"Serenade", "Mozartiana", "Tschaikovsky Pas de Deux", "Tschaikovsky Suite No. 3"
New York City Ballet
David H. Koch Theater
New York, NY
Sept. 24, 2014
by Mary Cargill
copyright © 2014 by Mary Cargill
New York City Ballet is continuing its theme evenings, performing ballets that the marketing department can group together. The official opening night of the season (after the fashion-themed gala) featured all Balanchine/all Tschaikovsky. All of these ballets are glorious, of course, but performing them together does seem to imply that the program wasn't really carefully curated. However, any performance that opens with "Serenade" is halfway home. Sara Mearns danced the Waltz with her usual dramatic intensity. There is something so vibrant about her presence, yet she never seems to be overdoing it--the stage is her world and we are privileged to watch.
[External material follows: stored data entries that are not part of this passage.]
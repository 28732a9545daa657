"""Whether all gated devices of a stage look as if their pins came in another order.

Q1 and Q2 of a leg both fit only if drawn the other way up: no slip of the pen, but a pin order
of the export that is not the one assumed here.
"""

from collections.abc import Sequence

from rulecheck.facts.facts import Bounds, Subject, Value
from rulecheck.facts.inputs import Inputs
from rulecheck.values import Interval, Unknown

FEWEST = 2
"""A single position drawn upside down is a mistake of its own."""


def turned_values(inputs: Inputs, positions: Sequence[Subject]) -> dict[str, Value]:
    """The stage's fields on positions that would fit the other way up."""
    one_way = [subject for subject in positions if _holds_one_polarity(subject)]
    answers = [subject.values["turned"] for subject in one_way]
    turned = [s for s in one_way if s.values["turned"] is True]
    models = {
        inputs.part_by_name[name].text
        for subject in turned
        for name in subject.parts
        if inputs.part_by_name[name].gated
    }
    return {
        "turned-positions": _how_many(answers),
        "one-way-positions": float(len(one_way)),
        "all-turned": _all_turned(answers),
        "turned-models": tuple(sorted(models)),
    }


def _holds_one_polarity(position: Subject) -> bool:
    values = position.values
    one = values["holds-off-forward"] != values["holds-off-reverse"]
    return one and values["gated"] is True


def _how_many(answers: Sequence[Value]) -> Value:
    """The number of yes among the answers, within bounds where some are not known."""
    least = float(sum(answer is True for answer in answers))
    unknown = tuple(dict.fromkeys(a for a in answers if isinstance(a, Unknown)))
    if not unknown:
        return least
    most = least + sum(isinstance(answer, Unknown) for answer in answers)
    return Bounds(Interval(least, most), unknown)


def _all_turned(answers: Sequence[Value]) -> bool:
    """Certain only where every single one is; else each position is judged by itself."""
    return len(answers) >= FEWEST and all(answer is True for answer in answers)
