"""What guards a port: a fuse in its line, a way of surviving reversal, a surge clamp."""

from collections import deque
from collections.abc import Iterator

from rulecheck.facts.feeding import Wires
from rulecheck.facts.inputs import Inputs
from rulecheck.facts.line_facts import fused_nets
from rulecheck.parts import Conduction, Kind, Part
from rulecheck.stage import Port, PortKind
from rulecheck.values import Unknown

_POLARISED = ("electrolytic", "tantalum")
_CLAMPS = frozenset({Kind.ZENER, Kind.VARISTOR})
_FEED_RESISTANCE = 1e3
"""Ohm; a larger resistor limits a reversed current to nothing that harms."""


def is_fused(inputs: Inputs, wires: Wires, port: Port) -> bool | Unknown:
    """A fuse or breaker in one line of two, in every line of a set of phases."""
    lines = {net for name, net in fused_nets(inputs, wires) if name == port.name}
    wanted = set(port.nets)
    fused = wanted <= lines if port.kind is PortKind.PHASES else bool(wanted & lines)
    if fused:
        return True
    unread = (
        inputs.part_by_name[name]
        for net in port.nets
        for name in inputs.parts_at_net.get(net, ())
        if inputs.part_by_name[name].kind is Kind.UNKNOWN
    )
    part = next(unread, None)
    return False if part is None else part.missing("kind")


def is_surge_clamped(inputs: Inputs, port: Port) -> bool:
    """Every net of the port but one has a clamp to another net of it."""
    nets = set(port.nets) | ({port.neutral} if port.neutral else set())
    clamped = [
        {inputs.merged(net) for net in part.nets}
        for net in port.nets
        for part in _at(inputs, net)
        if part.kind in _CLAMPS
    ]
    inside = [pair for pair in clamped if pair <= nets and len(pair) == 2]
    return len(set().union(*inside)) >= len(nets) if inside else False


def is_reverse_protected(inputs: Inputs, wires: Wires, port: Port) -> bool | Unknown:
    """Turned round, the port drives no current; or a diode across it blows its fuse."""
    if port.kind is not PortKind.DC:
        return False
    plus, minus = port.nets
    if not _conducts(inputs, minus, plus):
        return True
    across = any(minus == tail and plus == head for tail, head in _free_ways(inputs, minus))
    return is_fused(inputs, wires, port) if across else False


def _conducts(inputs: Inputs, start: str, end: str) -> bool:
    """Whether current can flow from start to end with all gates off."""
    seen = {start}
    waiting = deque([start])
    while waiting:
        for _, head in _ways(inputs, waiting.popleft()):
            if head == end:
                return True
            if head not in seen:
                seen.add(head)
                waiting.append(head)
    return False


def _ways(inputs: Inputs, net: str) -> Iterator[tuple[str, str]]:
    yield from _free_ways(inputs, net)
    for part in _at(inputs, net):
        if _passes_both_ways(part):
            yield from ((net, inputs.merged(n)) for n in part.nets if inputs.merged(n) != net)


def _free_ways(inputs: Inputs, net: str) -> Iterator[tuple[str, str]]:
    for part in _at(inputs, net):
        for edge in part.edges:
            if edge.conduction is Conduction.FREE and inputs.merged(edge.tail) == net:
                yield net, inputs.merged(edge.head)


def _passes_both_ways(part: Part) -> bool:
    if part.kind is Kind.INDUCTOR:
        return True
    if part.kind is Kind.RESISTOR:
        return isinstance(part.value, Unknown) or part.value < _FEED_RESISTANCE
    return part.kind is Kind.CAPACITOR and part.facts.get("ratings.dielectric") in _POLARISED


def _at(inputs: Inputs, net: str) -> list[Part]:
    return [inputs.part_by_name[name] for name in inputs.parts_at_net.get(net, ())]
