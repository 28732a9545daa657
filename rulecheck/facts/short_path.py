"""Whether a current sensor sees the short circuit that a leg makes when both its sides are on.

C2+ - BUS - M1 - SW - M2 - S2 - R1 (shunt) - PGND - C2-        R1 sees it
the same with the shunt in the battery's line                  nothing sees it
"""

from collections.abc import Iterator

from rulecheck.demand import Leg
from rulecheck.facts.feeding import Wires
from rulecheck.facts.inputs import Inputs
from rulecheck.facts.shunt_facts import is_shunt
from rulecheck.parts import Kind, Part, through_nets

_SENSING_PINS = ("desat", "sense", "trip")
"""Beginnings of the roles of a driver's pins that watch the device (common practice)."""


def is_short_sensed(inputs: Inputs, wires: Wires, leg: Leg) -> bool:
    """No way from rail to rail through the leg's devices avoids every current sensor."""
    positions = (*leg.high, *leg.low, *leg.others)
    devices = [inputs.part_by_name[name] for name in inputs.parts_of_positions(positions)]
    if any(_driver_watches(inputs, device) for device in devices):
        return True
    ends = set(_stiff_nets(inputs, leg.rails[-1]))
    seen = set(_stiff_nets(inputs, leg.rails[0]))
    waiting = sorted(seen)
    at = _device_ways(devices)
    while waiting:
        net = waiting.pop()
        if net in ends:
            return False
        behind = [b for name, b in wires.at.get(net, ()) if not _senses(inputs, name)]
        for other in (*behind, *at.get(net, ())):
            if other not in seen:
                seen.add(other)
                waiting.append(other)
    return True


def _device_ways(devices: list[Part]) -> dict[str, list[str]]:
    found: dict[str, list[str]] = {}
    for part in devices:
        for edge in part.edges:
            found.setdefault(edge.tail, []).append(edge.head)
            found.setdefault(edge.head, []).append(edge.tail)
    return found


def _stiff_nets(inputs: Inputs, rail: str) -> Iterator[str]:
    """The nets, as written, at which a capacitor, source or port holds the rail."""
    for name in inputs.parts_at_net.get(rail, ()):
        part = inputs.part_by_name[name]
        if part.kind in (Kind.CAPACITOR, Kind.VOLTAGE_SOURCE) and name in inputs.branch_parts:
            yield from (net for net in part.nets if inputs.merged(net) == rail)
    yield from inputs.held_by_ports.get(rail, ())


def _senses(inputs: Inputs, name: str) -> bool:
    part = inputs.part_by_name[name]
    if part.kind in (Kind.CURRENT_TRANSFORMER, Kind.SENSOR):
        return bool(through_nets(part))
    return is_shunt(inputs, part)


def _driver_watches(inputs: Inputs, device: Part) -> bool:
    gate = next((pin.net for pin in device.pins if pin.role in ("gate", "base")), None)
    if gate is None:
        return False
    driver = inputs.part_by_name.get(_driver_name(inputs, gate))
    return driver is not None and any(pin.role.startswith(_SENSING_PINS) for pin in driver.pins)


def _driver_name(inputs: Inputs, gate: str) -> str:
    """What drives the gate; empty where nothing is found."""
    drive = inputs.stage.gate_drives.get(inputs.merged(gate))
    return drive.output.part if drive is not None else ""
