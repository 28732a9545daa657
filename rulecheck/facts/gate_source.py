"""What drives a gate: back through its resistors and diodes to a driver's output or a source.

XU1 output-high - HO - R3 - G1      G1 is driven by a driver, XU1
V5 - R9 - G2                        G2 is driven by a source, V5
"""

from collections import deque
from dataclasses import dataclass

from rulecheck.facts.facts import Bounds, Value
from rulecheck.facts.inputs import Inputs
from rulecheck.parts import Datum, Kind, Part
from rulecheck.stage import Role
from rulecheck.values import Interval, Unknown

_PASSED = frozenset({Kind.RESISTOR, Kind.DIODE, Kind.ZENER})
_SOURCES = {Kind.DRIVER: "driver", Kind.VOLTAGE_SOURCE: "source"}
_FARTHEST = 200


@dataclass(frozen=True, slots=True)
class GateSource:
    """`by` is `driver`, `source`, or empty where neither was found."""

    by: str
    part: str
    net: str
    """The merged net of the output."""
    voltage: Value
    """The largest magnitude that it puts on the gate, volts."""


def find_gate_source(inputs: Inputs, gate: str) -> GateSource:
    """The nearest driver or source; of several equally near the first by name."""
    barred = _beyond(inputs, gate)
    seen = {gate}
    waiting = deque([gate])
    while waiting and len(seen) < _FARTHEST:
        net = waiting.popleft()
        here = [inputs.part_by_name[name] for name in sorted(inputs.parts_at_net.get(net, ()))]
        for part in here:
            if part.kind in _SOURCES and _gives_out(inputs, part, net):
                return GateSource(_SOURCES[part.kind], part.name, net, _voltage(part))
        for part in here:
            for other in _through(inputs, part) - seen - barred:
                seen.add(other)
                waiting.append(other)
    unknown = Unknown(f"drive voltage of {gate}", f"a driver or source at gate net {gate}")
    return GateSource("", "", "", unknown)


def _beyond(inputs: Inputs, gate: str) -> set[str]:
    """Where a pull-down or a clamp leads: the power path and the devices' own returns."""
    devices = (inputs.part_by_name[name] for name in inputs.devices_at_gate[gate])
    ends = {inputs.merged(net) for part in devices for e in part.edges for net in (e.tail, e.head)}
    return (ends | inputs.power_nets | inputs.grounds) - {gate}


def _through(inputs: Inputs, part: Part) -> set[str]:
    """The nets behind a part that belongs to some gate drive."""
    passed = part.kind in _PASSED and inputs.stage.roles.get(part.name) is Role.GATE_DRIVE
    return {inputs.merged(net) for net in part.nets} if passed else set()


def _gives_out(inputs: Inputs, part: Part, net: str) -> bool:
    if part.kind is Kind.VOLTAGE_SOURCE:
        return True
    return any(pin.role.startswith("output") and inputs.merged(pin.net) == net for pin in part.pins)


def _voltage(part: Part) -> Value:
    if part.kind is Kind.VOLTAGE_SOURCE:
        return _source_voltage(part)
    supply = part.datum("driver.supply")
    if not isinstance(supply, Datum):
        return supply
    if isinstance(supply.value, Interval):
        exact = Unknown(f"supply voltage of {part.name}", f"driver.supply of {part.settle_in}")
        return Bounds(supply.value, (exact,))
    return supply.value


def _source_voltage(part: Part) -> Value:
    if part.waveform is not None and part.waveform.kind == "pulse":
        return max((abs(value) for value in part.waveform.values[:2]), default=0.0)
    return abs(part.value) if isinstance(part.value, float) else part.value
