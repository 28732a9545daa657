"""Facts of capacitor banks: what they hold, how they lose it, how they are charged.

C15 | C16 between BUS and PGND      one bank, named after C15
"""

import math
from collections.abc import Callable, Iterable, Sequence

from rulecheck.demand import CapacitorBank, Discharge
from rulecheck.facts.facts import Bounds, Subject, Value
from rulecheck.facts.inputs import Inputs, stated_number
from rulecheck.facts.terms import SubjectTerm, count, link, number, span_of, text, yes_no
from rulecheck.facts.waveform_facts import capacitor_values
from rulecheck.parts import Kind, Part
from rulecheck.stage import Port
from rulecheck.values import Dimension, Interval, Unknown
from rulecheck.values.record import Record

V, A, S, OHM = Dimension.VOLTAGE, Dimension.CURRENT, Dimension.TIME, Dimension.RESISTANCE

BANK = SubjectTerm(
    "bank",
    "The capacitors of the power stage between the same two nets.",
    (
        count("capacitors", "How many they are."),
        span_of("voltage", V, "Its voltage, first net over second."),
        number("largest-voltage", V, "The largest magnitude of its voltage."),
        yes_no("alternating", "Its voltage takes both signs."),
        number("capacitance", Dimension.CAPACITANCE, "Of all its capacitors together."),
        number("energy", Dimension.ENERGY, "C V^2 / 2 at the largest voltage."),
        number("charge", Dimension.CHARGE, "C V at the largest voltage."),
        number("ripple-voltage", V, "Its largest ripple, peak to peak."),
        number("rated-voltage", V, "The smallest rated voltage of its capacitors."),
        yes_no("polarised", "One of its capacitors is an electrolytic or tantalum one."),
        yes_no("bled", "Resistors discharge it below 60 V once everything is off."),
        number("time-to-60-volt", S, "How long that takes from its largest voltage."),
        number("time-to-34-volt", S, "How long resistors take to 34 V."),
        number("time-to-37-percent", S, "How long resistors take to 37 % of its voltage."),
        yes_no("actively-discharged", "A switch can put a resistor across it."),
        yes_no("at-midpoint", "It is half of a split bus whose midpoint carries a load."),
        count("in-series", "How many banks share one voltage, only resistors between them."),
        number("string-voltage", V, "The largest voltage across all of them."),
        yes_no("balanced", "A resistor of its own lies across it."),
        number("balance-resistance", OHM, "The resistance across it."),
        text("fed-by", "What a port at its nets says of its source; empty where none does."),
        yes_no("at-source", "Only wires, fuses or rectifiers join it to a source with a voltage."),
        yes_no("charged-at-once", "A battery, mains or rectifier that is connected charges it."),
        yes_no("inrush-limited", "An inrush limiter or a bridged resistor lies between them."),
        number("precharge-resistance", OHM, "The resistance that limits its first charging."),
        number("precharge-current", A, "The largest voltage over that resistance."),
        number("precharge-energy-rating", Dimension.ENERGY, "What that resistor takes at once."),
    ),
    (
        link("members", "capacitor", "Its capacitors."),
        link("fuses", "part", "Fuses and breakers between it and its source."),
    ),
)
_BREAKERS = (Kind.FUSE, Kind.CIRCUIT_BREAKER)
_LIMITERS = (Kind.NTC,)
_STIFF = ("battery", "mains")
_POLARISED = ("electrolytic", "tantalum")


class _Way(Record):
    """What lies between a bank and a port on the same merged nets."""

    port: Port
    limiters: tuple[Part, ...]
    fuses: tuple[Part, ...]


def collect(inputs: Inputs) -> tuple[Subject, ...]:
    return tuple(_bank(inputs, bank) for bank in inputs.demands.banks.banks)


def _bank(inputs: Inputs, bank: CapacitorBank) -> Subject:
    ways = list(_ways(inputs, bank))
    size = bank.voltage if isinstance(bank.voltage, Unknown) else bank.voltage.magnitude
    sources = [way.port.source for way in ways if way.port.source]
    values: dict[str, Value] = {
        "capacitors": float(len(bank.members)),
        "voltage": bank.voltage,
        "largest-voltage": size,
        "alternating": _alternates(bank.voltage),
        "capacitance": bank.farad,
        "energy": _times(bank.farad, size, lambda c, v: c * v * v / 2),
        "charge": _times(bank.farad, size, lambda c, v: c * v),
        "ripple-voltage": capacitor_values(inputs, bank.name)["ripple-voltage"],
        "rated-voltage": _least(inputs, bank.members, "ratings.voltage"),
        "polarised": any(
            inputs.part_by_name[name].facts.get("ratings.dielectric") in _POLARISED
            for name in bank.members
        ),
        **_discharged(bank),
        "actively-discharged": _actively(inputs, bank),
        "at-midpoint": _at_midpoint(inputs, bank),
        "in-series": float(bank.in_series),
        "string-voltage": bank.string_voltage,
        "fed-by": sources[0] if sources else "",
        "at-source": bool(ways),
        "charged-at-once": any(
            way.port.source in _STIFF or way.port.kind.value != "dc" for way in ways
        ),
        **_charged(ways, size),
    }
    nets = (bank.start, bank.end)
    fuses = tuple(dict.fromkeys(part.name for way in ways for part in way.fuses))
    links = {"members": bank.members, "fuses": fuses}
    span, related = inputs.span_of_parts(bank.members), inputs.related_spans(bank.members)
    return Subject("bank", bank.name, values, links, bank.members, nets, span, related)


def _alternates(voltage: Interval | Unknown) -> Value:
    if isinstance(voltage, Unknown):
        return voltage
    return voltage.low < -0.02 * voltage.magnitude and voltage.high > 0.02 * voltage.magnitude


def _times(
    farad: float | Unknown, volts: float | Unknown, product: Callable[[float, float], float]
) -> Value:
    if isinstance(farad, Unknown):
        return farad
    return volts if isinstance(volts, Unknown) else float(product(farad, volts))


def _least(inputs: Inputs, names: Sequence[str], path: str) -> Value:
    stated = [stated_number(inputs.part_by_name[name], path) for name in names]
    known = [value for value in stated if isinstance(value, float)]
    missing = tuple(value for value in stated if isinstance(value, Unknown))
    if not missing:
        return min(known)
    return Bounds(Interval(0.0, min(known)), missing) if known else missing[0]


def _discharged(bank: CapacitorBank) -> dict[str, Value]:
    lost = bank.discharge
    names = ("time-to-60-volt", "time-to-34-volt", "time-to-37-percent", "balance-resistance")
    if isinstance(lost, Discharge):
        times = (lost.to_60_volt, lost.to_34_volt, lost.to_37_percent, lost.resistance)
        own: dict[str, Value] = dict(zip(names, times, strict=True))
        return {**own, "bled": math.isfinite(times[0]), "balanced": math.isfinite(times[3])}
    return dict.fromkeys((*names, "bled", "balanced"), lost)


def _actively(inputs: Inputs, bank: CapacitorBank) -> bool:
    """A resistor from one of its nets to a net from which a gated position leads to the other."""
    ends = {bank.start, bank.end}
    loads = [b for b in inputs.stage.branches if b.kind.value == "resistor" and b.part]
    for load in loads:
        for near, far in ((load.start, load.end), (load.end, load.start)):
            others = ends - {near}
            if near in ends and far not in ends and _gated_between(inputs, far, others):
                return True
    return False


def _gated_between(inputs: Inputs, net: str, others: Iterable[str]) -> bool:
    return any(
        p.gated and net in (p.start, p.end) and set(others) & {p.start, p.end}
        for p in inputs.stage.positions
    )


def _at_midpoint(inputs: Inputs, bank: CapacitorBank) -> bool:
    """Another bank goes on from it in the same sense, both together between a leg's rails, and the
    net between them is neither the ground nor idle."""
    rails = {frozenset((leg.rails[0], leg.rails[-1])) for leg in inputs.demands.legs}
    for other in inputs.demands.banks.banks:
        shared = {bank.start, bank.end} & {other.start, other.end}
        if len(shared) != 1 or shared & inputs.grounds or bank.in_series > 1:
            continue
        outer = frozenset({bank.start, bank.end, other.start, other.end} - shared)
        if outer in rails and _chained(bank, other):
            return True
    return False


def _chained(bank: CapacitorBank, other: CapacitorBank) -> bool:
    """Where one ends the other begins, from the higher potential to the lower."""
    tops, bottoms = (_higher(bank), _higher(other)), (_lower(bank), _lower(other))
    return tops[0] == bottoms[1] or tops[1] == bottoms[0]


def _higher(bank: CapacitorBank) -> str:
    positive = isinstance(bank.voltage, Unknown) or bank.voltage.middle >= 0.0
    return bank.start if positive else bank.end


def _lower(bank: CapacitorBank) -> str:
    return bank.end if _higher(bank) == bank.start else bank.start


def _ways(inputs: Inputs, bank: CapacitorBank) -> Iterable[_Way]:
    """Ports with a voltage on its nets, or before it through nothing but diodes."""
    for port in inputs.stage.ports:
        if port.voltage is None or len(port.nets) < 2:
            continue
        direct = {bank.start, bank.end} == set(port.nets[:2]) and len(port.nets) == 2
        if direct or _rectified(inputs, port, bank):
            nets = set(port.nets)
            around = [
                part
                for part in inputs.stage.parts.parts
                if len(part.nets) >= 2 and {inputs.merged(net) for net in part.nets[:2]} <= nets
            ]
            fuses = tuple(part for part in around if part.kind in _BREAKERS)
            yield _Way(port, _limiters(inputs, around), fuses)


def _rectified(inputs: Inputs, port: Port, bank: CapacitorBank) -> bool:
    """Diodes alone lead from a phase of an AC port to the bank."""
    if port.kind.value == "dc":
        return False
    into = {p.end for p in inputs.stage.positions if not p.gated and p.start in port.nets}
    into |= {p.start for p in inputs.stage.positions if not p.gated and p.end in port.nets}
    return {bank.start, bank.end} <= into


def _limiters(inputs: Inputs, around: Iterable[Part]) -> tuple[Part, ...]:
    """Inrush limiters, and resistors that a wire such as a relay's contact bridges."""
    return tuple(
        part
        for part in around
        if part.kind in _LIMITERS
        or (
            part.kind is Kind.RESISTOR
            and len({inputs.merged(net) for net in part.nets}) == 1
            and not isinstance(part.value, Unknown)
            and part.value > 0.1
        )
    )


def _charged(ways: Sequence[_Way], volts: float | Unknown) -> dict[str, Value]:
    limiters = [part for way in ways for part in way.limiters]
    limited = bool(ways) and all(way.limiters for way in ways)
    none = Unknown("the resistance that limits charging", "a resistor or inrush limiter")
    ohms = [part.value for part in limiters if isinstance(part.value, float)]
    ohm: Value = min(ohms) if ohms and limited else none
    current: Value = none
    if isinstance(ohm, float):
        current = volts if isinstance(volts, Unknown) else volts / ohm
    rating: Value = stated_number(limiters[0], "ratings.energy") if limited else none
    return {
        "inrush-limited": limited,
        "precharge-resistance": ohm,
        "precharge-current": current,
        "precharge-energy-rating": rating,
    }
For her the Waltz girl did not seem to be the elegiac, almost wistful memory of happiness that some have made her, but a free woman forging her own path. The section where the woman dances ahead of the man, looking back and urging him on, only apparently to fade to mist, for Mearns was not a gloss of the old Romantic ideal of the unattainable but rather a forceful pushing forward. She was simply breathtaking.
Sara Mearns in "Serenade" Photo © Paul Kolnik.